Ich habe immer gedacht, Verstehen erschließt mir die Welt und auch mich, meine Identität, mein Sein. Pustekuchen. Zumindest, wenn es um echte Veränderung geht. Das ist erstmal eine gewagte Behauptung. Nähern wir uns mal an, ich bin gespannt, wie deine Erfahungen sind.
Wenn ich ein inspieriendes Buch oder Artikel gelesen habe oder einen Film gesehen, dann war ich oft bewegt, erfreut, teilweise sogar euphorisch. So kann das also sein. Ich wollte mehr darüber wissen. So richtig verstehen.
Sich tiefer mit etwas beschäftigen bringt eine neue Perspektive, die Welt oder Situationen – die mich teilweise problematisch beschäftigen – können neu betrachtet werden. Super. Ich hab´s.
Und doch kann das viele Wissen und Verstehen geradezu verschleiern, dass ich eben diese Erfahrung gar nicht ausprobiere, nicht in mein Leben integriere, kein echte Veränderung stattfindet. Wie das?
Ich bin doch gerade dadurch offen für das Neue, oder?

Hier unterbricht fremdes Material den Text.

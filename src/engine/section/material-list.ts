import { type DimensionName, readQuantity } from '@/engine/quantity';
import type { Material, MaterialCommon, StrengthBand } from './material-types';

/** The shipped list breaks its own rules: our mistake. */
export class MaterialListFault extends Error {
  constructor(id: string, field: string, reason: string) {
    super(`material ${id}, ${field}: ${reason}`);
    this.name = 'MaterialListFault';
  }
}

type Fields = Readonly<Record<string, unknown>>;
const isFields = (value: unknown): value is Fields => typeof value === 'object' && value !== null;

/** Typed access to one entry; every failure names the material and the field. */
function reader(fields: Fields, id: string) {
  const text = (field: string): string => {
    const value = fields[field];
    if (typeof value !== 'string' || value === '') throw new MaterialListFault(id, field, 'is no text');
    return value;
  };
  const quantity = (field: string, name: DimensionName): number => {
    const reading = readQuantity(text(field), name);
    if (!reading.ok) throw new MaterialListFault(id, field, reading.message);
    return reading.value;
  };
  const flag = (field: string): boolean => fields[field] === true;
  const choice = <T extends string>(field: string, choices: readonly T[]): T => {
    const value = text(field);
    const found = choices.find((one) => one === value);
    if (found === undefined) throw new MaterialListFault(id, field, `is none of ${choices.join(', ')}`);
    return found;
  };
  return { text, quantity, flag, choice, stress: (field: string) => quantity(field, 'stress') };
}

function readBands(fields: Fields, id: string): StrengthBand[] {
  const bands = fields['strength'];
  if (!Array.isArray(bands) || bands.length === 0) throw new MaterialListFault(id, 'strength', 'is no list');
  return bands.filter(isFields).map((band) => {
    const { quantity, stress } = reader(band, id);
    const upTo = 'up_to' in band ? quantity('up_to', 'length') : Number.POSITIVE_INFINITY;
    return { upTo, fy: stress('fy'), fu: stress('fu') };
  });
}

function readMaterial(fields: Fields): Material {
  const id = String(fields['id'] ?? '(no id)');
  const { text, quantity, stress, flag, choice } = reader(fields, id);
  const common: MaterialCommon = {
    id: text('id'),
    name: text('name'),
    source: {
      standard: text('standard'),
      edition: text('edition'),
      clause: text('clause'),
      fromMemory: flag('from_memory'),
      note: text('note'),
    },
    e: quantity('e', 'modulus'),
    g: quantity('g', 'modulus'),
    density: quantity('density', 'density'),
    expansion: quantity('expansion', 'expansion'),
  };
  switch (choice('kind', ['steel', 'timber_en', 'timber_nds'])) {
    case 'steel':
      return { ...common, kind: 'steel', strength: readBands(fields, id) };
    case 'timber_en':
      return {
        ...common,
        kind: 'timber_en',
        product: choice('product', ['solid', 'glulam']),
        fm: stress('fm'),
        ft0: stress('ft0'),
        fc0: stress('fc0'),
        fc90: stress('fc90'),
        fv: stress('fv'),
        e05: quantity('e05', 'modulus'),
        densityK: quantity('density_k', 'density'),
      };
    case 'timber_nds':
      return {
        ...common,
        kind: 'timber_nds',
        product: choice('product', ['sawn', 'glulam']),
        fb: stress('fb'),
        fbReversed: 'fb_reversed' in fields ? stress('fb_reversed') : stress('fb'),
        ft: stress('ft'),
        fv: stress('fv'),
        fcPerp: stress('fc_perp'),
        fc: stress('fc'),
        eMin: quantity('e_min', 'modulus'),
        sizeFactor: flag('size_factor'),
      };
  }
}

/** Reads a list of materials, its values written as quantity strings. Throws MaterialListFault. */
export function readMaterials(list: unknown): Material[] {
  const entries = isFields(list) ? list['materials'] : undefined;
  if (!Array.isArray(entries)) throw new MaterialListFault('(list)', 'materials', 'is no list');
  return entries.filter(isFields).map(readMaterial);
}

Offen zu sein für hilfreiche neue Erfahrungen, ist eine Grundvoraussetzung für positive Veränderungen. „Ich möchte…“, „ich will…“
Der Gedanke „das kenn ich schon“, „Ich weiß, …“ ist dabei sogar eher hinderlich und kann mich von dem eigentlichen Weg abbringen, das Erlernte auch anzuwenden.
Viel schöner drückte es eine Seminarteilnehmerin aus. Sie hatte – zusammen mit einer weiteren Teilnehmerin (Duo-Übung) – eine eigene hinderliche Überzeugung genau betrachtet und aufgelöst. Eine befreiende Erfahrung.
Im Anschluss sagte sie überrascht „Ich hatte das Buch zu diesen Übungen gelesen und war sehr angetan, fand das alles richtig und habe es verstanden und verinnerlicht. Aber was das jetzt bewirkt hat, die Anwendung, wenn mich jemand anders leitet, das hätte ich nie gedacht oder für möglich gehalten.“
Wenn wir mal annehmen, das unser Denken, Gefühle, Verhalten durch bio-chemische Körpervorgänge, durch Nervenverbindungen und durch sogenannte Epigenetik gesteutert wird. Dann kann man sagen, dass es effizienter ist, immer die gleichen Ausschüttungen in ähnlichen Situationen vorzunehmen. Und so läuft das auch. Im Grunde könnte man dann schon von erstarrten Mustern, Gefühlweisen und Verhaltensweisen sprechen. Sie sind vertraut und erprobt.
Mit einer Erkenntnis, die der Kopf bewusst macht, hat eine tiefe Veränderung der erstarrten Systeme noch keinen echten Schub. Sicher, es kommt etwas in Bewegung. Das zeigt sich vielleicht als eine wachsende Sehnsucht oder verstärktes Problembewusstsein, als Entscheidungssperre o.ä.
Aber erst die Erfahrung, das Nutzen eines neuen bio-chemo Cocktails, der Verbinden neuer Nervenbahnen durchrauscht unseren Körper und unser Unbewusstes. Und dort findet das Leben zum allergrößten Teil statt.
Ich selbst habe große Teile meines Lebens damit verbracht, verstehen zu wollen. Um zu kontrollieren, mich abzusichern, nie wieder solch negative Erfahrungen zu machen. Und dann die immer gleichen positiven Erfahrungen zu suchen. Dabei rauschte eine unbändige Lebenslust neuer Erfahrungen, eine tiefe Berührtheit echter Verbindungen, überwiegend an mir vorbei.
Ich ringe noch immer mit dem Aufnehmen ganz neuer Erfahrungen, nehme immernoch viel Mut und Unsicherheit im Gepäck mit. Doch nun hat mich das Leben gepackt, ich will es nicht mehr verstehen, sondern einfach nicht mehr missen.